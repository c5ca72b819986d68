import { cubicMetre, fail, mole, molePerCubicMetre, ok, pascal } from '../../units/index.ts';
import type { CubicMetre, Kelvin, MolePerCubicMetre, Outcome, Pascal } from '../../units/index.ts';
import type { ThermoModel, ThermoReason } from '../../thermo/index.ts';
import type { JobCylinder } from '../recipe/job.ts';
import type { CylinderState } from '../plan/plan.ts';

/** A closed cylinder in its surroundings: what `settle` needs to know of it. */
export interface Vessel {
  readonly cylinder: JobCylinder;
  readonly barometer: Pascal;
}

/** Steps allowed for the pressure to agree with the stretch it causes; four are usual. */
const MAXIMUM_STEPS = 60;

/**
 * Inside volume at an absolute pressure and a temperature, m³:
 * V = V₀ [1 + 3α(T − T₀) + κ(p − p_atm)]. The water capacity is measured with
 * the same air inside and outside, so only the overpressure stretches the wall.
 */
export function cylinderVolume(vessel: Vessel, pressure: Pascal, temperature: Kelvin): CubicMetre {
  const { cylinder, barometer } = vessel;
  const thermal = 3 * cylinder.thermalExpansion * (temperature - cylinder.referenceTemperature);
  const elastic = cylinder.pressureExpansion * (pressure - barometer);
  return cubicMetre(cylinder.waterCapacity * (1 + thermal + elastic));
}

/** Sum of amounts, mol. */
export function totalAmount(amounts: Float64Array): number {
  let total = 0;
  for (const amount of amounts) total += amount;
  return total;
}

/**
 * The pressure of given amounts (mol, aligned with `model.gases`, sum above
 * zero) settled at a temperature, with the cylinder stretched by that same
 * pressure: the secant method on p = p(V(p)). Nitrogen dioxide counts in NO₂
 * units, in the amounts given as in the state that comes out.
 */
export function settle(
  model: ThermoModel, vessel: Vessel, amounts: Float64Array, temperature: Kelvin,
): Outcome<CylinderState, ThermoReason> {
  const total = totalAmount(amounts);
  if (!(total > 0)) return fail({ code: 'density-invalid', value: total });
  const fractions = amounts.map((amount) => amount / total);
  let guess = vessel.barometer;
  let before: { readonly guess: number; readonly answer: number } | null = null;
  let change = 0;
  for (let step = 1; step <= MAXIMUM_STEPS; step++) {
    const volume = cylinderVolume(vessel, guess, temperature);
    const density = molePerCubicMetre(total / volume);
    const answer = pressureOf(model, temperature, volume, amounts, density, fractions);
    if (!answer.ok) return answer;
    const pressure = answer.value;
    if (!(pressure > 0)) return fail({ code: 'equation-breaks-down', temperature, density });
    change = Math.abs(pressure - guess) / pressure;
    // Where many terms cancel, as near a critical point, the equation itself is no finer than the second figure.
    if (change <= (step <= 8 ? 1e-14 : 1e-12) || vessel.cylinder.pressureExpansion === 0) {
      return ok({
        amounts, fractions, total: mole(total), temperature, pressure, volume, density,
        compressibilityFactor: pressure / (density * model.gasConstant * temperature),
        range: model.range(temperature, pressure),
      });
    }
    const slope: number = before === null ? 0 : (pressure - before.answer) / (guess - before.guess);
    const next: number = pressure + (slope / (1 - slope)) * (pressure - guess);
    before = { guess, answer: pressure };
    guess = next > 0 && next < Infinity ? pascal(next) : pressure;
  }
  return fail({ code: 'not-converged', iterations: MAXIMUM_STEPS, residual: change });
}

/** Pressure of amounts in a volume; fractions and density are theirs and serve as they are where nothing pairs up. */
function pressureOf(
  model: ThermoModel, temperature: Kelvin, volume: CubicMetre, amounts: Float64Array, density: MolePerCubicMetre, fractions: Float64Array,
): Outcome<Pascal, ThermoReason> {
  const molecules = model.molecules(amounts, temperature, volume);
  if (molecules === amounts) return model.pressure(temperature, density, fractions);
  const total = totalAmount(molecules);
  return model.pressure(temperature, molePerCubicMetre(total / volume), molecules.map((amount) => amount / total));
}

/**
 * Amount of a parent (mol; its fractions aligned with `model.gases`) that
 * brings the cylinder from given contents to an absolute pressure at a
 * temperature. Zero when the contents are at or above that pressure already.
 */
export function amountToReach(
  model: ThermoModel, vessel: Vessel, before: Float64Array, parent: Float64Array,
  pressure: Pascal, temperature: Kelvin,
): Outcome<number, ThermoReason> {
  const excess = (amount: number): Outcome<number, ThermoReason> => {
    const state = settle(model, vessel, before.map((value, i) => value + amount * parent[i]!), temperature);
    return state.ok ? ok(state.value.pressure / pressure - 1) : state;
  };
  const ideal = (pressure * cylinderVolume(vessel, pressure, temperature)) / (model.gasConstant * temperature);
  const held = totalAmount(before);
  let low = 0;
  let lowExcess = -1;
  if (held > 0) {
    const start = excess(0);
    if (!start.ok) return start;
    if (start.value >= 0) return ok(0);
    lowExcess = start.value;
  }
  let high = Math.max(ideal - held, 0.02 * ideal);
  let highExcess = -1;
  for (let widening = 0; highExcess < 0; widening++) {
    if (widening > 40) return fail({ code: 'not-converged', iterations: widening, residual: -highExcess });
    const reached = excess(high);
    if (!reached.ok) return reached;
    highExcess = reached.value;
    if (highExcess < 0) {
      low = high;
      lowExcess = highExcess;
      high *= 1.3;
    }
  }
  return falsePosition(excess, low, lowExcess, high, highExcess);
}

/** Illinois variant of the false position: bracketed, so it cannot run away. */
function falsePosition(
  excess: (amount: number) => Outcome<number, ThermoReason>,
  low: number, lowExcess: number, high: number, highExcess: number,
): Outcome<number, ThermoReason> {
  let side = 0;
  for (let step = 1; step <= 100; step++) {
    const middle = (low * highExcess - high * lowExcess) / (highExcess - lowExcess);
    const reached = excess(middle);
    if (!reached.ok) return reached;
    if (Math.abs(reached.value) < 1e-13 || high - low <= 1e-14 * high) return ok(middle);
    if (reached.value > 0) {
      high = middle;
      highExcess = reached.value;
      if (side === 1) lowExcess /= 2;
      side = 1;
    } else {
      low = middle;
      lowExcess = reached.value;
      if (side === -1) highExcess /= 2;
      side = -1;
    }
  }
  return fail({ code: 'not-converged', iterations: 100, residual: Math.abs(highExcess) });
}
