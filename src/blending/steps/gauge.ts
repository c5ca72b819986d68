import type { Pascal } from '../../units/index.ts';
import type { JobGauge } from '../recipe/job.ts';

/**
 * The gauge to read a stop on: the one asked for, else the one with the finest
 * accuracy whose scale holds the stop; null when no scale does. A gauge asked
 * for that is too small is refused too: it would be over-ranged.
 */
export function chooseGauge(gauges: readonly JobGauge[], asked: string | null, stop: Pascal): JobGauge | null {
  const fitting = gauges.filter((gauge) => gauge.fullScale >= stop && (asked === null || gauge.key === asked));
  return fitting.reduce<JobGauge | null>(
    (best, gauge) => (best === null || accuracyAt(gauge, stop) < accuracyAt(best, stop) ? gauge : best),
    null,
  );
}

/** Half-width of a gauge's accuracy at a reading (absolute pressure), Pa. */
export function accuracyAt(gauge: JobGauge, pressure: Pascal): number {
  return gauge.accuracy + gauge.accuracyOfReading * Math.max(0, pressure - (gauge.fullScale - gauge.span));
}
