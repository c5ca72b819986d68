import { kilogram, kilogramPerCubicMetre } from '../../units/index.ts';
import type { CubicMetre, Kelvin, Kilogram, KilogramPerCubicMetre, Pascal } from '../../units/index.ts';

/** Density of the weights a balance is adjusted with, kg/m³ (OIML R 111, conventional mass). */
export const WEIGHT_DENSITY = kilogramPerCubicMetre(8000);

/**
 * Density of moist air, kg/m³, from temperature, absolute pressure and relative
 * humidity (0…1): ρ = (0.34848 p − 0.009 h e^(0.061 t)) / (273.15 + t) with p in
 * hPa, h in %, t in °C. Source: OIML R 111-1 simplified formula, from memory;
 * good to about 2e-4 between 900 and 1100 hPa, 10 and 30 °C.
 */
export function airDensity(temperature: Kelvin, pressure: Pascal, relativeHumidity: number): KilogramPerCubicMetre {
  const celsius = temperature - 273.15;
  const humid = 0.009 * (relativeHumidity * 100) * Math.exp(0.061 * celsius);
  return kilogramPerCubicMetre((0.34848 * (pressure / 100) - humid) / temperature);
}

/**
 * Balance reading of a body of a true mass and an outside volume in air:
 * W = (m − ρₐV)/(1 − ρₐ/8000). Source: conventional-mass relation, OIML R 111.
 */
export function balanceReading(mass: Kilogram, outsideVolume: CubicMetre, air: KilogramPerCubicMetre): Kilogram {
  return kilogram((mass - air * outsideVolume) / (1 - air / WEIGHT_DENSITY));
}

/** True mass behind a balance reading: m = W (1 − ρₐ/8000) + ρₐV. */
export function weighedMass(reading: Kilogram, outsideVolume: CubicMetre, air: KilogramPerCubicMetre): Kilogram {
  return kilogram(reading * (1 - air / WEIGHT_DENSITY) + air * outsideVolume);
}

● ● ● ●

What you are asked to do: The word "JobGauge" may appear in lines of the entries. State how many lines hold it, as a number alone.

Task solution: 4